Exercise goal >> The lines from the top of the records below through the one containing "it is given." are to be transcribed exactly, and nothing else is to be added.
Entries provided below:
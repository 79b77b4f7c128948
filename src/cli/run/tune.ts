import { rename, writeFile, rm } from 'node:fs/promises';
import { createTwoFilesPatch } from 'diff';
import { parseLabels, type RegressionLabel } from '../../gate/tune/labels.js';
import { tuneHistory } from '../../gate/tune/tune.js';
import { applyConfigEdit } from '../../config/write-config.js';
import { InputError } from '../../errors/input-error.js';
import { renderTuneJson } from '../../report/tune-json.js';
import { renderTuneText } from '../../report/tune-text.js';
import type { CliIo, CommandContext } from '../context.js';
import { loadConfig } from '../../config/load.js';
import { openHistory } from '../open-history.js';
import { resolvePath } from '../paths.js';
import { readFlagFile, readFlagFileIfAny } from '../read-text.js';

export interface TuneOptions {
  history: string;
  config?: string;
  labels?: string;
  target?: number;
  write?: string;
  format: 'text' | 'json';
}

/**
 * The work of `bellgate tune`: replays the gate, prints the ladder and suggestion,
 * and writes the config when `--write` is given.
 * @throws InputError for an empty history, bad labels (file:line:col) or unreadable files.
 * @example await runTune(ctx, { history: 'h.json', format: 'text' })
 */
export async function runTune(ctx: CommandContext, options: TuneOptions): Promise<void> {
  const config = await loadConfig(options.config, ctx.io.cwd);
  // Whatever series the file holds: tune replays the document it is given.
  const { history } = await openHistory(ctx, options.history, undefined);
  if (history.runs.length === 0) {
    throw new InputError('the history holds no runs, so there is nothing to replay', {
      where: options.history,
      fix: 'record runs first (bellgate record / import)',
    });
  }
  let labels: RegressionLabel[] | undefined;
  if (options.labels !== undefined)
    labels = parseLabels(await readFlagFile(ctx, '--labels', options.labels, true), options.labels);
  const progress = progressBar(ctx.io);
  const result = tuneHistory({
    config,
    history,
    ...(labels === undefined ? {} : { labels }),
    ...(options.target === undefined ? {} : { target: options.target }),
    onProgress: progress.update,
  });
  progress.done();
  const written =
    options.write === undefined ? undefined : await writeSuggestion(ctx, options.write, result.suggestion);
  if (options.format === 'json') {
    ctx.io.stdout(renderTuneJson(result, written === undefined ? {} : { written }));
    return;
  }
  ctx.io.stdout(renderTuneText(result));
  if (written !== undefined) {
    ctx.io.stdout(
      written.diff === ''
        ? `\n${options.write}: already as suggested, not changed\n`
        : `\nwrote ${options.write}:\n${written.diff}`,
    );
  }
}

/** Applies the suggestion to the file (missing: a new config), atomically; returns the unified diff ('' when unchanged). */
async function writeSuggestion(
  ctx: CommandContext,
  path: string,
  suggestion: Parameters<typeof applyConfigEdit>[2],
): Promise<{ file: string; diff: string }> {
  const full = resolvePath(ctx, path);
  const before = (await readFlagFileIfAny(ctx, '--write', path, true)) ?? '';
  const after = applyConfigEdit(before, path, suggestion);
  if (after === before) return { file: path, diff: '' };
  const temp = `${full}.bellgate-tune-${process.pid}.tmp`;
  try {
    await writeFile(temp, after, 'utf8');
    await rename(temp, full);
  } catch (error) {
    await rm(temp, { force: true });
    throw error;
  }
  return { file: path, diff: createTwoFilesPatch(path, path, before, after, 'before', 'suggested by bellgate tune') };
}

/** A one-line progress bar on stderr, drawn only when stderr is a terminal (CliIo's optional stderrIsTTY). */
function progressBar(io: CliIo): { update: (done: number, total: number) => void; done: () => void } {
  const tty = (io as CliIo & { stderrIsTTY?: boolean }).stderrIsTTY === true;
  let drawn = false;
  let last = -1;
  return {
    update(done, total) {
      if (!tty || total < 2) return;
      const width = 30;
      const filled = Math.round((width * done) / total);
      if (filled === last && done !== total) return;
      last = filled;
      drawn = true;
      io.stderr(`\rreplaying [${'#'.repeat(filled)}${'.'.repeat(width - filled)}] ${done}/${total} metrics`);
    },
    done() {
      if (drawn) io.stderr('\r\u001b[K');
    },
  };
}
End of Entries provided.
Response box >>
repository 79b77b4f7c128948
filename src/cli/run/tune.ts
import { rename, writeFile, rm } from 'node:fs/promises';
import { createTwoFilesPatch } from 'diff';
import { parseLabels, type RegressionLabel } from '../../gate/tune/labels.js';
import { tuneHistory } from '../../gate/tune/tune.js';
import { applyConfigEdit } from '../../config/write-config.js';
import { InputError } from '../../errors/input-error.js';
import { renderTuneJson } from '../../report/tune-json.js';
import { renderTuneText } from '../../report/tune-text.js';
import type { CliIo, CommandContext } from '../context.js';
import { loadConfig } from '../../config/load.js';
import { openHistory } from '../open-history.js';
import { resolvePath } from '../paths.js';
import { readFlagFile, readFlagFileIfAny } from '../read-text.js';

export interface TuneOptions {
  history: string;
  config?: string;
  labels?: string;
  target?: number;
  write?: string;
  format: 'text' | 'json';
}

/**
 * The work of `bellgate tune`: replays the gate, prints the ladder and suggestion,
 * and writes the config when `--write` is given.
 * @throws InputError for an empty history, bad labels (file:line:col) or unreadable files.
 * @example await runTune(ctx, { history: 'h.json', format: 'text' })
 */
export async function runTune(ctx: CommandContext, options: TuneOptions): Promise<void> {
  const config = await loadConfig(options.config, ctx.io.cwd);
  // Whatever series the file holds: tune replays the document it is given.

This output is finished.